Lots of data out this morning so let’s take a look at what was reported:

  • I don’t usually pay too much attention to the weekly mortgage applications, but this data starts to become interesting with the surge in rates over the last month.  The Mortgage Bankers Association is citing higher rates as the cause for a “sharp” decline in applications.  The purchase index is down -5% week over week.  This is a direct blow to the Fed’s QE program.  Mortgage debt represents 75% of the consumer’s outstanding debt so if QE is failing to keep rates low and therefore directly impacting refinancing and demand for new home loans it’s safe to say that Bernanke’s program is far from achieving its goal.  With rates surging it would be reasonable to expect this negative trend to continue in the near-term.
  • Yesterday’s PPI showed continued price increases, but this morning’s CPI shows that the increases aren’t being passed along.  This is consistent with weak end demand.  The BLS reported a 1.1% year over year increase in inflation.  My TP-CPI, which incorporates a mortgage cost component, is up 1.8% year over year.  Although this reflects a higher rate of inflation than the CPI it is consistent with the disinflation we continue to see.

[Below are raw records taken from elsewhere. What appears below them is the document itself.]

impl<'a> FitProblem<'a> {
    /// Place every measurement: its run, its solve point and its σ.
    pub fn new(setup: &'a FitSetup, opts: SolveOptions) -> Result<FitProblem<'a>, String> {
        let data = &setup.data;
        let mut plans = Vec::new();
        for run in &setup.runs {
            let net = &run.network;
            let steady = matches!(net.reactor, Reactor::Cstr { .. });
            let to_size = |x: f64| match data.independent {
                Independent::ResidenceTime => x * net.feed.volumetric,
                _ => x,
            };
            let mut points: Vec<f64> = data.run_samples(&run.id).map(|s| to_size(s.x)).collect();
            points.sort_by(f64::total_cmp);
            points.dedup();
            if steady && let Some(s) = data.run_samples(&run.id).find(|s| s.x == 0.0) {
                return Err(format!(
                    "{}:{}: a CSTR sample at zero {} is its feed, not a steady state: drop the row",
                    data.file,
                    s.line,
                    data.independent.name()
                ));
            }
            if !steady && points.last().is_none_or(|&x| x <= 0.0) {
                return Err(format!(
                    "{}: run `{}` has samples only at {} = 0",
                    data.file,
                    run.id,
                    data.independent.name()
                ));
            }
            plans.push(RunPlan { points, steady });
        }
        let mut observations = Vec::new();
        for (si, s) in data.samples.iter().enumerate() {
            let run = setup
                .runs
                .iter()
                .position(|r| r.id == s.run)
                .expect("every data run has a run");
            let x = match data.independent {
                Independent::ResidenceTime => s.x * setup.runs[run].network.feed.volumetric,
                _ => s.x,
            };
            let point = plans[run]
                .points
                .iter()
                .position(|&p| p == x)
                .expect("every sample's x is a point of its run");
            for (c, v) in s.values.iter().enumerate() {
                if let Some(m) = v {
                    observations.push(Observation {
                        sample: si,
                        column: c,
                        run,
                        point,
                        measured: *m,
                        sigma: setup.errors[c].sigma(*m),
                    });
                }
            }
        }
        Ok(FitProblem {
            setup,
            opts,
            observations,
            plans,
        })
    }

    /// The parameters' overrides at θ.
    pub fn theta_overrides(&self, theta: &[f64]) -> Vec<Override> {
        self.setup
            .params
            .iter()
            .zip(theta)
            .map(|(p, &t)| p.set_theta(t))
            .collect()
    }

    /// One solve of a run: the network at the overrides `base` with its size set, the
    /// overrides it was loaded with (base and the size) and the options asking for `points`.
    fn sized(
        &self,
        run: usize,
        base: &[Override],
        size: f64,
        points: Points,
    ) -> Result<(Network, Vec<Override>, SolveOptions), String> {
        let mut extra = base.to_vec();
        extra.push(size_override(&self.setup.runs[run].network, size));
        let net = self.network(run, &extra)?;
        let mut opts = self.opts.clone();
        opts.points = points;
        Ok((net, extra, opts))
    }

    /// Load one network of a run at θ with the solve's size, and pass the check.
    fn network(&self, run: usize, extra: &[Override]) -> Result<Network, String> {
        let r = &self.setup.runs[run];
        let net = self
            .setup
            .study
            .load(extra)
            .map_err(|e| format!("run `{}`: {e}", r.id))?;
        let findings = Findings::of(&net);
        if !findings.errors.is_empty() {
            return Err(format!(
                "run `{}`: the network has error findings at these values: {}",
                r.id,
                findings.errors.join("; ")
            ));
        }
        Ok(net)
    }

    /// The model's values (data units) and, with `jacobian`, their gradients in θ, at every
    /// point and column of one run.
    fn run_values(&self, run: usize, theta: &[f64], jacobian: bool) -> Result<RunValues, String> {
        let plan = &self.plans[run];
        let r = &self.setup.runs[run];
        let mut base: Vec<Override> = r.overrides.clone();
        base.extend(self.theta_overrides(theta));
        let ncol = self.setup.data.columns.len();
        let mut out = Vec::with_capacity(plan.points.len());
        let end = *plan.points.last().expect("a run has points");
        for (size, points) in solves(plan.steady, &plan.points, end) {
            let (net, extra, opts) = self.sized(run, &base, size, points)?;
            let failed = |e: crate::solve::SolveError| format!("run `{}`: {e}", r.id);
            let (sim, sens, pert) = if jacobian {
                // The directions are taken about the current θ: each parameter moved to it.
                let at_theta: Vec<parameters::Parameter> = self
                    .setup
                    .params
                    .iter()
                    .zip(theta)
                    .map(|(p, &t)| {
                        let mut q = p.clone();
                        q.si = p.si_at(t);
                        q.value = p.in_unit(q.si);
                        q
                    })
                    .collect();
                let pert =
                    parameters::perturbed(&self.setup.study, &extra, &at_theta, PARAMETER_STEP)
                        .map_err(|e| format!("run `{}`: {e}", r.id))?;
                let s = simulate_sensitivities(&net, &pert, &opts).map_err(failed)?;
                (s.sim.clone(), Some(s), pert)
            } else {
                let sim = crate::solve::simulate(&net, &opts).map_err(failed)?;
                (sim, None, Vec::new())
            };
            let rows: Vec<usize> = if plan.steady {
                vec![sim.x.len() - 1]
            } else {
                if sim.x.len() != plan.points.len() {
                    return Err(format!(
                        "run `{}`: the solve gave {} points for {} samples",
                        r.id,
                        sim.x.len(),
                        plan.points.len()
                    ));
                }
                (0..plan.points.len()).collect()
            };
            let balance = Balance::new(&net).map_err(|e| format!("run `{}`: {e}", r.id))?;
            let shifted: Vec<(Balance, Balance)> = if jacobian && self.has_concentrations() {
                pert.iter()
                    .map(|p| {
                        Ok((
                            Balance::new(&p.plus).map_err(|e| format!("run `{}`: {e}", r.id))?,
                            Balance::new(&p.minus).map_err(|e| format!("run `{}`: {e}", r.id))?,
                        ))
                    })
                    .collect::<Result<_, String>>()?
            } else {
                Vec::new()
            };
            for &i in &rows {
                let mut cols = Vec::with_capacity(ncol);
                for c in 0..ncol {
                    cols.push(self.value_at(
                        &net,
                        &balance,
                        &sim,
                        sens.as_ref(),
                        &pert,
                        &shifted,
                        i,
                        c,
                    ));
                }
                out.push(cols);
            }
        }
        Ok(out)
    }

    fn has_concentrations(&self) -> bool {
        self.setup
            .data
            .columns
            .iter()
            .any(|c| c.measure == Measure::Concentration)
    }

    /// One column's model value at profile point i (data unit) and its gradient.
    #[allow(clippy::too_many_arguments)]
    fn value_at(
        &self,
        net: &Network,
        balance: &Balance,
        sim: &Simulation,
        sens: Option<&crate::solve::sensitivity::Sensitivities>,
        pert: &[Perturbed],
        shifted: &[(Balance, Balance)],
        i: usize,
        c: usize,
    ) -> (f64, Vec<f64>) {
        let col = &self.setup.data.columns[c];
        let j = col.index;
        let np = self.setup.params.len();
        let x = sim.x[i];
        match col.measure {
            Measure::Amount | Measure::Flow => {
                let v = sim.states[i][j] / col.factor;
                let g = match sens {
                    Some(s) => (0..np).map(|k| s.d_states[k][i][j] / col.factor).collect(),
                    None => Vec::new(),
                };
                (v, g)
            }
            Measure::Concentration => {
                let y = sim.model_state(i, net.feed.pressure);
                let mut c0 = Vec::new();
                balance.concentrations(x, &y, &mut c0);
                let v = c0[j] / col.factor;
                let g = match sens {
                    None => Vec::new(),
                    Some(s) => (0..np)
                        .map(|k| {
                            let half = 0.5 * pert[k].step;
                            let dir = self.state_direction(balance, s, k, i, y.len());
                            let yp: Vec<f64> =
                                y.iter().zip(&dir).map(|(a, d)| a + half * d).collect();
                            let ym: Vec<f64> =
                                y.iter().zip(&dir).map(|(a, d)| a - half * d).collect();
                            let (mut cp, mut cm) = (Vec::new(), Vec::new());
                            shifted[k].0.concentrations(x, &yp, &mut cp);
                            shifted[k].1.concentrations(x, &ym, &mut cm);
                            (cp[j] - cm[j]) / pert[k].step / col.factor
                        })
                        .collect(),
                };
                (v, g)
            }
        }
    }

    /// ∂(model state)/∂θ_k at profile point i, in the layout of `Simulation::model_state`:
    /// the species' sensitivities and the temperature's where it is a state (the others are
    /// not moved).
    fn state_direction(
        &self,
        balance: &Balance,
        s: &crate::solve::sensitivity::Sensitivities,
        k: usize,
        i: usize,
        len: usize,
    ) -> Vec<f64> {
        let mut d = vec![0.0; len];
        let n = balance.n_species();
        d[..n].copy_from_slice(&s.d_states[k][i][..n]);
        if let (Some(ti), Some(dt)) = (balance.temperature_index(), &s.d_temperature)
            && ti < len
        {
            d[ti] = dt[k][i];
        }
        d
    }

    /// The model's values at every observation (data units) with their gradients.
    pub fn model(&self, theta: &[f64], jacobian: bool) -> Result<Vec<(f64, Vec<f64>)>, String> {
        let per_run: Vec<RunValues> = (0..self.plans.len())
            .into_par_iter()
            .map(|run| self.run_values(run, theta, jacobian))
            .collect::<Result<_, String>>()?;
        Ok(self
            .observations
            .iter()
            .map(|o| per_run[o.run][o.point][o.column].clone())
            .collect())
    }

    /// The model on a fine grid along one run (for plots): x (SI, the reactor's coordinate)
    /// and each column's value in the data's unit.
    pub fn curve(
        &self,
        run: usize,
        theta: &[f64],
        n: usize,
    ) -> Result<(Vec<f64>, Vec<Vec<f64>>), String> {
        let plan = &self.plans[run];
        let r = &self.setup.runs[run];
        let end = plan.points.last().copied().unwrap_or(0.0);
        let ncol = self.setup.data.columns.len();
        let grid: Vec<f64> = if plan.steady {
            let lo = plan.points.first().copied().unwrap_or(end) * 0.5;
            (0..n)
                .map(|k| lo + (end - lo) * k as f64 / (n - 1) as f64)
                .filter(|&x| x > 0.0)
                .collect()
        } else {
            (0..n).map(|k| end * k as f64 / (n - 1) as f64).collect()
        };
        let mut base: Vec<Override> = r.overrides.clone();
        base.extend(self.theta_overrides(theta));
        let mut values = vec![Vec::new(); ncol];
        for (size, points) in solves(plan.steady, &grid, end) {
            let (net, _, opts) = self.sized(run, &base, size, points)?;
            let sim =
                crate::solve::simulate(&net, &opts).map_err(|e| format!("run `{}`: {e}", r.id))?;
            let balance = Balance::new(&net).map_err(|e| format!("run `{}`: {e}", r.id))?;
            let rows: Vec<usize> = if plan.steady {
                vec![sim.x.len() - 1]
            } else {
                (0..sim.x.len()).collect()
            };
            for i in rows {
                for (c, v) in values.iter_mut().enumerate() {
                    v.push(self.value_at(&net, &balance, &sim, None, &[], &[], i, c).0);
                }
            }
        }
        Ok((grid, values))
    }
}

“A solid headline masks softness in the Empire State manufacturing report for December. The index on general business conditions, which is a subjective assessment by respondents, rose to 10.57 to indicate meaningful month-to-month expansion vs October’s minus 11.14 which indicated meaningful contraction. The report otherwise shows mild contraction in employment, significant contraction in unfilled orders and little better than a flat month-to-month reading of 2.60 for new orders which contracted severely in October.

Shipments are a plus showing meaningful month-to-month growth at 7.11 and reversing comparable contraction in the prior month. Another plus is a big draw in inventories pointing to inventory rebuilding which is a plus for the production and employment outlooks.

This report, especially the flat new orders reading, sends an uncertain signal for Thursday’s Philadelphia Federal Reserve data for December. The manufacturing component of the industrial production report, to be posted at 9:15 a.m. ET this morning, will offer definitive data for November.”

  • Industrial production and capacity utilization showed signs that are consistent with tepid economic recovery.  Headline production rose 0.4% while capacity utilization increased to 75.2%.  This is the highest level since October 2008.  Although increasing, capacity utilization is still not consistent with high inflation concerns.  Historically, capacity utilization has triggered inflation fears at levels of 80%+.  At 75.2% we’re still operating well below our capacity as an economy.